Fabián Peña

Personal information
- Full name: Fabián Peña González
- Date of birth: 19 June 1973 (age 52)
- Place of birth: Nuevo Laredo, Mexico
- Height: 1.74 m (5 ft 9 in)
- Position(s): Midfielder

Senior career*
- Years: Team / Apps / (Gls)
- 1993–2000: UANL Tigres / 143 / (14)
- 2000–2006: Necaxa / 188 / (18)
- 2002: → CF Monterrey (loan) / 8 / (0)
- 2006–2007: Club América / 14 / (0)
- 2007–2009: Puebla F.C. / 11 / (0)

= Fabián Peña =

Mexican footballer (born 1973)

Fabián Peña González (born 19 June 1973) is a Mexican former footballer who played as a midfielder.

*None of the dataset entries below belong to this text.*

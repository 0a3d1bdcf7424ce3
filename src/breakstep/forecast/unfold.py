"""Unfolding: a program on its tiles as the graph that the replay engines read.

One node for each step task, reduction and barrier. Barriers stand behind all stages; which of them count is a set
of edge kinds, chosen when the graph is replayed.
"""

from __future__ import annotations

from collections.abc import Collection, Iterable
from dataclasses import dataclass

import numpy as np

from breakstep.forecast.graph import (
    ALL_KINDS,
    BARRIER,
    REDUCTION,
    STEP,
    Int8s,
    Int32s,
    Int64s,
    ReplayGraph,
    build_graph,
)
from breakstep.forecast.program import Floats, Program
from breakstep.forecast.rims import edge_sizes
from breakstep.forecast.waits import waits


@dataclass(frozen=True)
class Unfolded:
    """A program's graph.

    Attributes
    ----------
    first : ndarray of int64, shape (phases,)
        Number of each phase's first step task; one for each tile follows.
    """

    program: Program
    graph: ReplayGraph
    first: Int64s

    def durations(self, by_phase: Floats) -> Int64s:
        """Durations of all nodes [ns], from those of step tasks, shape (phases, tiles)."""
        found = np.zeros(self.graph.tasks, dtype=np.int64)
        found[self.steps] = np.rint(np.maximum(by_phase, 0.0)).astype(np.int64).reshape(-1)
        return found

    @property
    def steps(self) -> Int64s:
        """Numbers of step tasks, phase by phase and tile by tile."""
        tiles = np.arange(self.program.tile_count, dtype=np.int64)
        return (self.first[:, None] + tiles[None, :]).reshape(-1)

    def without_barriers(self, names: Collection[str]) -> int:
        """Edge kinds in force when barriers of these names are off: a stage keeps its barrier while it holds
        a name that is on, as the command line has it."""
        off = [f"barrier:{stage}" for stage in self.program.stages if set(stage.split("+")) <= set(names)]
        kinds = [code for code, kind in enumerate(self.graph.edge_kinds) if kind in off]
        return self.graph.without(kinds)

    @property
    def lockstep(self) -> int:
        """All barriers in force."""
        return ALL_KINDS

    @property
    def tasked(self) -> int:
        """No barrier in force."""
        return self.without_barriers(self.program.barrier_names)


def unfold(program: Program, by_phase: Floats | None = None) -> Unfolded:
    """The graph of a program.

    Parameters
    ----------
    by_phase : ndarray of float64, shape (phases, tiles), optional
        Duration of each step task [ns]; the costs as they are if not given.
    """
    nodes = _Nodes(program)
    edges = _Edges(program, nodes)
    graph = build_graph(
        np.zeros(nodes.count, dtype=np.int64), *edges.ends(),
        kind=_bytes(nodes.kind), name=_halves(nodes.name), tile=_halves(nodes.tile), cycle=_halves(nodes.cycle),
        iteration=_halves(nodes.iteration), output_bytes=nodes.output, edge_bytes=edges.joined("size"),
        edge_kind=_bytes(edges.joined("kind")), names=nodes.names, edge_kinds=nodes.edge_kinds,
    )  # fmt: skip
    unfolded = Unfolded(program, graph, nodes.first)
    if by_phase is None:
        by_phase = program.costs.duration({})[[phase.cost for phase in program.phases]]
    return Unfolded(program, graph.with_durations(unfolded.durations(by_phase)), nodes.first)


def _bytes(values: Int64s) -> Int8s:
    return values.astype(np.int8)


def _halves(values: Int64s) -> Int32s:
    return values.astype(np.int32)


class _Nodes:
    """Numbers of all nodes: for each phase its step tasks, the reductions it makes, its barrier."""

    def __init__(self, program: Program) -> None:
        tiles, stages = program.tile_count, program.stages
        made = tuple(dict.fromkeys(name for phase in program.phases for name in phase.makes))
        self.edge_kinds = ("data", *(f"reduction:{name}" for name in made), *(f"barrier:{s}" for s in stages))
        self.names = (*stages, *made)
        self.reductions: dict[tuple[int, str], int] = {}
        self.barriers: list[int] = []
        starts: list[int] = []
        extra: list[tuple[int, int, int, int]] = []
        self.count = 0
        for number, phase in enumerate(program.phases):
            starts.append(self.count)
            self.count += tiles
            for name in phase.makes:
                self.reductions[number, name] = self._take(extra, REDUCTION, self.names.index(name), phase.cycle)
            self.barriers.append(self._take(extra, BARRIER, stages.index(phase.stage), phase.cycle))
        self.first = np.array(starts, dtype=np.int64)
        self._fill(program, extra)

    def _take(self, extra: list[tuple[int, int, int, int]], kind: int, name: int, cycle: int) -> int:
        extra.append((self.count, kind, name, cycle))
        self.count += 1
        return self.count - 1

    def _fill(self, program: Program, extra: Iterable[tuple[int, int, int, int]]) -> None:
        tiles, stages = program.tile_count, program.stages
        steps = (self.first[:, None] + np.arange(tiles)[None, :]).reshape(-1)

        def column(values: Iterable[int]) -> Int64s:
            whole = np.full(self.count, -1, dtype=np.int64)
            whole[steps] = np.repeat(np.fromiter(values, dtype=np.int64, count=len(program.phases)), tiles)
            return whole

        self.kind = np.full(self.count, STEP, dtype=np.int64)
        place = {stage: i for i, stage in enumerate(stages)}
        self.name = column(place[phase.stage] for phase in program.phases)
        self.cycle = column(phase.cycle for phase in program.phases)
        self.iteration = column(phase.iteration for phase in program.phases)
        self.tile = np.full(self.count, -1, dtype=np.int64)
        self.tile[steps] = np.tile(np.arange(tiles), len(program.phases))
        rows = [phase.cost for phase in program.phases]
        self.output = np.zeros(self.count, dtype=np.int64)
        self.output[steps] = program.costs.output[rows].astype(np.int64).reshape(-1)
        if extra:
            which, kind, name, cycle = np.array(list(extra), dtype=np.int64).T
            self.kind[which], self.name[which], self.cycle[which] = kind, name, cycle


class _Edges:
    """All edges, in pieces."""

    def __init__(self, program: Program, nodes: _Nodes) -> None:
        self.parts: dict[str, list[Int64s]] = {"producer": [], "consumer": [], "size": [], "kind": []}
        self._codes = {kind: code for code, kind in enumerate(nodes.edge_kinds)}
        self._program, self._nodes = program, nodes
        self._tiles = np.arange(program.tile_count, dtype=np.int64)
        self._data()
        self._reductions()
        self._barriers()

    def joined(self, column: str) -> Int64s:
        """One column of all edges."""
        return np.concatenate([np.empty(0, dtype=np.int64), *self.parts[column]])

    def ends(self) -> tuple[Int64s, Int64s]:
        """Producers and consumers of all edges."""
        return self.joined("producer"), self.joined("consumer")

    def _add(self, producer: Int64s, consumer: Int64s, kind: str, size: Int64s | None = None) -> None:
        self.parts["producer"].append(producer)
        self.parts["consumer"].append(consumer)
        self.parts["kind"].append(np.full(len(producer), self._codes[kind], dtype=np.int64))
        self.parts["size"].append(size if size is not None else np.zeros(len(producer), dtype=np.int64))

    def _data(self) -> None:
        program, first = self._program, self._nodes.first
        sizes: dict[tuple[str, int], Int64s] = {}
        for number, phase in enumerate(program.phases):
            for source, place in phase.reads:
                pattern, stage = program.patterns[place], program.phases[source].stage
                if (stage, place) not in sizes:
                    sizes[stage, place] = edge_sizes(program, stage, pattern)
                self._add(
                    first[source] + pattern.producer, first[number] + pattern.consumer, "data", sizes[stage, place]
                )

    def _reductions(self) -> None:
        first, same = self._nodes.first, np.ones_like(self._tiles)
        for (phase, name), node in self._nodes.reductions.items():
            self._add(first[phase] + self._tiles, node * same, f"reduction:{name}")
        for wait in waits(self._program):
            node = self._nodes.reductions[wait.made_by, wait.name]
            self._add(node * same, first[wait.used_by] + self._tiles, f"reduction:{wait.name}")

    def _barriers(self) -> None:
        """A phase stands behind the barrier before it, and behind those that the phase before stood behind unless
        its own data say so already: then lifting one kind of barrier leaves the others in force."""
        first, same = self._nodes.first, np.ones_like(self._tiles)
        behind: dict[int, str] = {}
        for number, phase in enumerate(self._program.phases):
            if number and not self._follows(number):
                behind = {**behind, **self._before(number)}
            elif number:
                behind = self._before(number)
            for node, kind in behind.items():
                self._add(node * same, first[number] + self._tiles, kind)
            self._add(first[number] + self._tiles, self._nodes.barriers[number] * same, f"barrier:{phase.stage}")

    def _before(self, number: int) -> dict[int, str]:
        return {self._nodes.barriers[number - 1]: f"barrier:{self._program.phases[number - 1].stage}"}

    def _follows(self, number: int) -> bool:
        """Whether each tile's task reads its own tile's task of the phase before."""
        for source, place in self._program.phases[number].reads:
            pattern = self._program.patterns[place]
            own = pattern.producer == pattern.consumer
            if source == number - 1 and len(np.unique(pattern.consumer[own])) == self._program.tile_count:
                return True
        return False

A product of the Tigres UANL youth system, playing his debut during the 1995-96 season, Peña spent a total of six years at the club before a move to Mexico City-based Necaxa at the turn of the 21st century. After a brief return to Monterrey (this time with UANL Tigres' chief rivals - CF Monterrey) in 2002, Peña returned to Necaxa, which had since found a new home in Aguascalientes. In 2006, the 33-year-old made a high-profile move to Necaxa's sister club, Club América. Peña was able to join the ten-time league champion side prior to the Apertura 2006 season due to the departures of midfielders Pável Pardo and Francisco Torres to Germany's VfB Stuttgart and Santos Laguna, respectively.